The answer must be the full set of records, repeated exactly.

###

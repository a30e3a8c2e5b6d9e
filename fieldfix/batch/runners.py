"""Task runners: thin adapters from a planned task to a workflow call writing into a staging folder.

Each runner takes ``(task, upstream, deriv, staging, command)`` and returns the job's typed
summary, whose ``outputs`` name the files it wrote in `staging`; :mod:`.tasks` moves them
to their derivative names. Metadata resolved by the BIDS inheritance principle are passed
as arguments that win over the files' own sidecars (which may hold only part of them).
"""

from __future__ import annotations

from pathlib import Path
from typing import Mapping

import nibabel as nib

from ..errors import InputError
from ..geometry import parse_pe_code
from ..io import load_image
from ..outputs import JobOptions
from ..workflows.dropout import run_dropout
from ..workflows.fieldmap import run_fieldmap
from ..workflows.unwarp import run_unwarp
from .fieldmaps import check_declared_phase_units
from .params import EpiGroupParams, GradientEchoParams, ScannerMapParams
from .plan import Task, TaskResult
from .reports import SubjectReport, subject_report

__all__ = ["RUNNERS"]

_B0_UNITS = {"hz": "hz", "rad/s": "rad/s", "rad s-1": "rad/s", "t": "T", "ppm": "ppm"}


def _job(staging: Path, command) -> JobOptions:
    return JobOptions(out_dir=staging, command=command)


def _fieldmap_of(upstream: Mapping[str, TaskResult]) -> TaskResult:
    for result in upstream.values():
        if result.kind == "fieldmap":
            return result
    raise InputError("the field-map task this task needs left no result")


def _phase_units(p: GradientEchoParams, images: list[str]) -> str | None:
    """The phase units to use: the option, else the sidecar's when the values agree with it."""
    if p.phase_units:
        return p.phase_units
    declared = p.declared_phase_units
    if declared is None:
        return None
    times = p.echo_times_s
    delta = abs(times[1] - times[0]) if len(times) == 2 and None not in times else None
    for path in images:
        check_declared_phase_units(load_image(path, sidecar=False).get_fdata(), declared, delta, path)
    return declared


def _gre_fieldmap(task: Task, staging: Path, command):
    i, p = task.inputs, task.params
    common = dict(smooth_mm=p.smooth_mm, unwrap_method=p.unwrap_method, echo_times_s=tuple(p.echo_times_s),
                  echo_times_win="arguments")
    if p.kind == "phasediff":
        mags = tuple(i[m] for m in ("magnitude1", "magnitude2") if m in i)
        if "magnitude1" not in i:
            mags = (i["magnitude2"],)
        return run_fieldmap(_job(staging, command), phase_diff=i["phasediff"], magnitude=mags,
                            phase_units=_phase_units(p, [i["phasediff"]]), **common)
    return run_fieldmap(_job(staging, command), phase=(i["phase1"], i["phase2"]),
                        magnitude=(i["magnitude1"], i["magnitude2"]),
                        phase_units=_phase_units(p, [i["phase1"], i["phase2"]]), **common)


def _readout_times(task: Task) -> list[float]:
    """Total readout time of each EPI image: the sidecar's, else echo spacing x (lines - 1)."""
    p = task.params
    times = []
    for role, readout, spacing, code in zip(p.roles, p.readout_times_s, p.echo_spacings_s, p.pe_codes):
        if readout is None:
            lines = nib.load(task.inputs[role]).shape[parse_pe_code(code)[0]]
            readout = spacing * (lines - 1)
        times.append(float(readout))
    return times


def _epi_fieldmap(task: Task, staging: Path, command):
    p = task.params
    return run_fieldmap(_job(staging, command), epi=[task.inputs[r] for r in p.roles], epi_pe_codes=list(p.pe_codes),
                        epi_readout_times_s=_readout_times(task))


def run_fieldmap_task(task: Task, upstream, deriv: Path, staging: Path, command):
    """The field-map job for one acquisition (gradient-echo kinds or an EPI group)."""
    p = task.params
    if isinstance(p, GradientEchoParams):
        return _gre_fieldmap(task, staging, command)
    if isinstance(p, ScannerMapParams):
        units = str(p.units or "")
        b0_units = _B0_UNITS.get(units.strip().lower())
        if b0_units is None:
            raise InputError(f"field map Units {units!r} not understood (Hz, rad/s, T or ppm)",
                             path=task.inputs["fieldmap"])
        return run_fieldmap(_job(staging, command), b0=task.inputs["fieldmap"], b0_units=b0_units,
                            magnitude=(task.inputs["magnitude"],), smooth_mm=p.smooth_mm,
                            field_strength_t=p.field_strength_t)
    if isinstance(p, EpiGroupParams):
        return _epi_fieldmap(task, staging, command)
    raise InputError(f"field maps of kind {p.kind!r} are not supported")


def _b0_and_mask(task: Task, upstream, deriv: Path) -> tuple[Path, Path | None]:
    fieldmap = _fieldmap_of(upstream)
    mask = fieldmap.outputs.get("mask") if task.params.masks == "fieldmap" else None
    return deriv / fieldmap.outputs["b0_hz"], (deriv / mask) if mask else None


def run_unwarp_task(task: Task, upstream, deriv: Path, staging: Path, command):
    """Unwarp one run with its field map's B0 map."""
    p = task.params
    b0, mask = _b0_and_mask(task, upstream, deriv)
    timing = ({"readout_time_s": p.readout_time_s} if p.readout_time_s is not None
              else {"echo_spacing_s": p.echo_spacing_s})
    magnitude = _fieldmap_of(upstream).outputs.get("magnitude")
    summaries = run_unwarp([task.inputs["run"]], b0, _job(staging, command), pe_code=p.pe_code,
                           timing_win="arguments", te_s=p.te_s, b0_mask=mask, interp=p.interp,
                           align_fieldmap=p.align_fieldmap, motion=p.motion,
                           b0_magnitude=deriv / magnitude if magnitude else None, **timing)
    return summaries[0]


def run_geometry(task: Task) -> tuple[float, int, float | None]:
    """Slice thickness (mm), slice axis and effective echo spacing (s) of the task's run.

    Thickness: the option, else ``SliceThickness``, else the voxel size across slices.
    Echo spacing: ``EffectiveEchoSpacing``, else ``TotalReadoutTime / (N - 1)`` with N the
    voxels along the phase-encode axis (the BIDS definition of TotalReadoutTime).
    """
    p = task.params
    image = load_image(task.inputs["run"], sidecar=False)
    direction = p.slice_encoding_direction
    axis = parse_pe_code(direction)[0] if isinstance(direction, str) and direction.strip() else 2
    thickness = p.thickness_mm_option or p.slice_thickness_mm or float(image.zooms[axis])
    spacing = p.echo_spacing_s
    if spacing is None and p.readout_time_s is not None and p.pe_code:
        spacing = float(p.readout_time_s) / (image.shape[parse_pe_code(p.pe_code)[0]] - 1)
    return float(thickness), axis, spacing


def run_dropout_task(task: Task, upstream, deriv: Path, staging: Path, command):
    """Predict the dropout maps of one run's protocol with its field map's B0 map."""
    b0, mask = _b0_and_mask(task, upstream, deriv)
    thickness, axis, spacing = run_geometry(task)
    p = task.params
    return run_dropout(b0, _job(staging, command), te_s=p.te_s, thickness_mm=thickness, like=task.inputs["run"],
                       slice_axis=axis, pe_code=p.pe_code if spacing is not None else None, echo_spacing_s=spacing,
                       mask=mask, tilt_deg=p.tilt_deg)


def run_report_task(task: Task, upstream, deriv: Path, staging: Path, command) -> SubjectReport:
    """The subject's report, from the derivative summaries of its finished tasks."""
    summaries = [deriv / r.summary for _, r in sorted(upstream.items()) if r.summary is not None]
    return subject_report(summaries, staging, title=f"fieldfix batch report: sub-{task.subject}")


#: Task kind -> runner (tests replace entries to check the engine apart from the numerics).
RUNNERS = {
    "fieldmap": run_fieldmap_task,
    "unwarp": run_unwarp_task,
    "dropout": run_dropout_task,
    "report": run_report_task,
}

###

▶ _Answer for this exercise_:
repository a30e3a8c2e5b6d9e
filename fieldfix/batch/runners.py
"""Task runners: thin adapters from a planned task to a workflow call writing into a staging folder.

Each runner takes ``(task, upstream, deriv, staging, command)`` and returns the job's typed
summary, whose ``outputs`` name the files it wrote in `staging`; :mod:`.tasks` moves them
to their derivative names. Metadata resolved by the BIDS inheritance principle are passed
as arguments that win over the files' own sidecars (which may hold only part of them).
"""

from __future__ import annotations

from pathlib import Path
from typing import Mapping

import nibabel as nib

from ..errors import InputError
from ..geometry import parse_pe_code
from ..io import load_image
from ..outputs import JobOptions
from ..workflows.dropout import run_dropout
from ..workflows.fieldmap import run_fieldmap
from ..workflows.unwarp import run_unwarp
from .fieldmaps import check_declared_phase_units
from .params import EpiGroupParams, GradientEchoParams, ScannerMapParams
from .plan import Task, TaskResult
from .reports import SubjectReport, subject_report

__all__ = ["RUNNERS"]

_B0_UNITS = {"hz": "hz", "rad/s": "rad/s", "rad s-1": "rad/s", "t": "T", "ppm": "ppm"}


def _job(staging: Path, command) -> JobOptions:
    return JobOptions(out_dir=staging, command=command)


def _fieldmap_of(upstream: Mapping[str, TaskResult]) -> TaskResult:
    for result in upstream.values():
        if result.kind == "fieldmap":
            return result
    raise InputError("the field-map task this task needs left no result")


def _phase_units(p: GradientEchoParams, images: list[str]) -> str | None:
    """The phase units to use: the option, else the sidecar's when the values agree with it."""
    if p.phase_units:
        return p.phase_units
    declared = p.declared_phase_units
    if declared is None:
        return None
    times = p.echo_times_s
    delta = abs(times[1] - times[0]) if len(times) == 2 and None not in times else None
    for path in images:
        check_declared_phase_units(load_image(path, sidecar=False).get_fdata(), declared, delta, path)
    return declared


def _gre_fieldmap(task: Task, staging: Path, command):
    i, p = task.inputs, task.params
    common = dict(smooth_mm=p.smooth_mm, unwrap_method=p.unwrap_method, echo_times_s=tuple(p.echo_times_s),
                  echo_times_win="arguments")
    if p.kind == "phasediff":
        mags = tuple(i[m] for m in ("magnitude1", "magnitude2") if m in i)
        if "magnitude1" not in i:
            mags = (i["magnitude2"],)
        return run_fieldmap(_job(staging, command), phase_diff=i["phasediff"], magnitude=mags,
                            phase_units=_phase_units(p, [i["phasediff"]]), **common)
    return run_fieldmap(_job(staging, command), phase=(i["phase1"], i["phase2"]),
                        magnitude=(i["magnitude1"], i["magnitude2"]),
                        phase_units=_phase_units(p, [i["phase1"], i["phase2"]]), **common)


def _readout_times(task: Task) -> list[float]:
    """Total readout time of each EPI image: the sidecar's, else echo spacing x (lines - 1)."""
    p = task.params
    times = []
    for role, readout, spacing, code in zip(p.roles, p.readout_times_s, p.echo_spacings_s, p.pe_codes):
        if readout is None:
            lines = nib.load(task.inputs[role]).shape[parse_pe_code(code)[0]]
            readout = spacing * (lines - 1)
        times.append(float(readout))
    return times


def _epi_fieldmap(task: Task, staging: Path, command):
    p = task.params
    return run_fieldmap(_job(staging, command), epi=[task.inputs[r] for r in p.roles], epi_pe_codes=list(p.pe_codes),
                        epi_readout_times_s=_readout_times(task))


def run_fieldmap_task(task: Task, upstream, deriv: Path, staging: Path, command):
    """The field-map job for one acquisition (gradient-echo kinds or an EPI group)."""
    p = task.params
    if isinstance(p, GradientEchoParams):
        return _gre_fieldmap(task, staging, command)
    if isinstance(p, ScannerMapParams):
        units = str(p.units or "")
        b0_units = _B0_UNITS.get(units.strip().lower())
        if b0_units is None:
            raise InputError(f"field map Units {units!r} not understood (Hz, rad/s, T or ppm)",
                             path=task.inputs["fieldmap"])
        return run_fieldmap(_job(staging, command), b0=task.inputs["fieldmap"], b0_units=b0_units,
                            magnitude=(task.inputs["magnitude"],), smooth_mm=p.smooth_mm,
                            field_strength_t=p.field_strength_t)
    if isinstance(p, EpiGroupParams):
        return _epi_fieldmap(task, staging, command)
    raise InputError(f"field maps of kind {p.kind!r} are not supported")


def _b0_and_mask(task: Task, upstream, deriv: Path) -> tuple[Path, Path | None]:
    fieldmap = _fieldmap_of(upstream)
    mask = fieldmap.outputs.get("mask") if task.params.masks == "fieldmap" else None
    return deriv / fieldmap.outputs["b0_hz"], (deriv / mask) if mask else None


def run_unwarp_task(task: Task, upstream, deriv: Path, staging: Path, command):
    """Unwarp one run with its field map's B0 map."""
    p = task.params
    b0, mask = _b0_and_mask(task, upstream, deriv)
    timing = ({"readout_time_s": p.readout_time_s} if p.readout_time_s is not None
              else {"echo_spacing_s": p.echo_spacing_s})
    magnitude = _fieldmap_of(upstream).outputs.get("magnitude")
    summaries = run_unwarp([task.inputs["run"]], b0, _job(staging, command), pe_code=p.pe_code,
                           timing_win="arguments", te_s=p.te_s, b0_mask=mask, interp=p.interp,
                           align_fieldmap=p.align_fieldmap, motion=p.motion,
                           b0_magnitude=deriv / magnitude if magnitude else None, **timing)
    return summaries[0]


def run_geometry(task: Task) -> tuple[float, int, float | None]:
    """Slice thickness (mm), slice axis and effective echo spacing (s) of the task's run.

    Thickness: the option, else ``SliceThickness``, else the voxel size across slices.
    Echo spacing: ``EffectiveEchoSpacing``, else ``TotalReadoutTime / (N - 1)`` with N the
    voxels along the phase-encode axis (the BIDS definition of TotalReadoutTime).
    """
    p = task.params
    image = load_image(task.inputs["run"], sidecar=False)
    direction = p.slice_encoding_direction
    axis = parse_pe_code(direction)[0] if isinstance(direction, str) and direction.strip() else 2
    thickness = p.thickness_mm_option or p.slice_thickness_mm or float(image.zooms[axis])
    spacing = p.echo_spacing_s
    if spacing is None and p.readout_time_s is not None and p.pe_code:
        spacing = float(p.readout_time_s) / (image.shape[parse_pe_code(p.pe_code)[0]] - 1)
    return float(thickness), axis, spacing


def run_dropout_task(task: Task, upstream, deriv: Path, staging: Path, command):
    """Predict the dropout maps of one run's protocol with its field map's B0 map."""
    b0, mask = _b0_and_mask(task, upstream, deriv)
    thickness, axis, spacing = run_geometry(task)
    p = task.params
    return run_dropout(b0, _job(staging, command), te_s=p.te_s, thickness_mm=thickness, like=task.inputs["run"],
                       slice_axis=axis, pe_code=p.pe_code if spacing is not None else None, echo_spacing_s=spacing,
                       mask=mask, tilt_deg=p.tilt_deg)


def run_report_task(task: Task, upstream, deriv: Path, staging: Path, command) -> SubjectReport:
    """The subject's report, from the derivative summaries of its finished tasks."""
    summaries = [deriv / r.summary for _, r in sorted(upstream.items()) if r.summary is not None]
    return subject_report(summaries, staging, title=f"fieldfix batch report: sub-{task.subject}")


#: Task kind -> runner (tests replace entries to check the engine apart from the numerics).
RUNNERS = {
    "fieldmap": run_fieldmap_task,
    "unwarp": run_unwarp_task,
    "dropout": run_dropout_task,
    "report": run_report_task,
}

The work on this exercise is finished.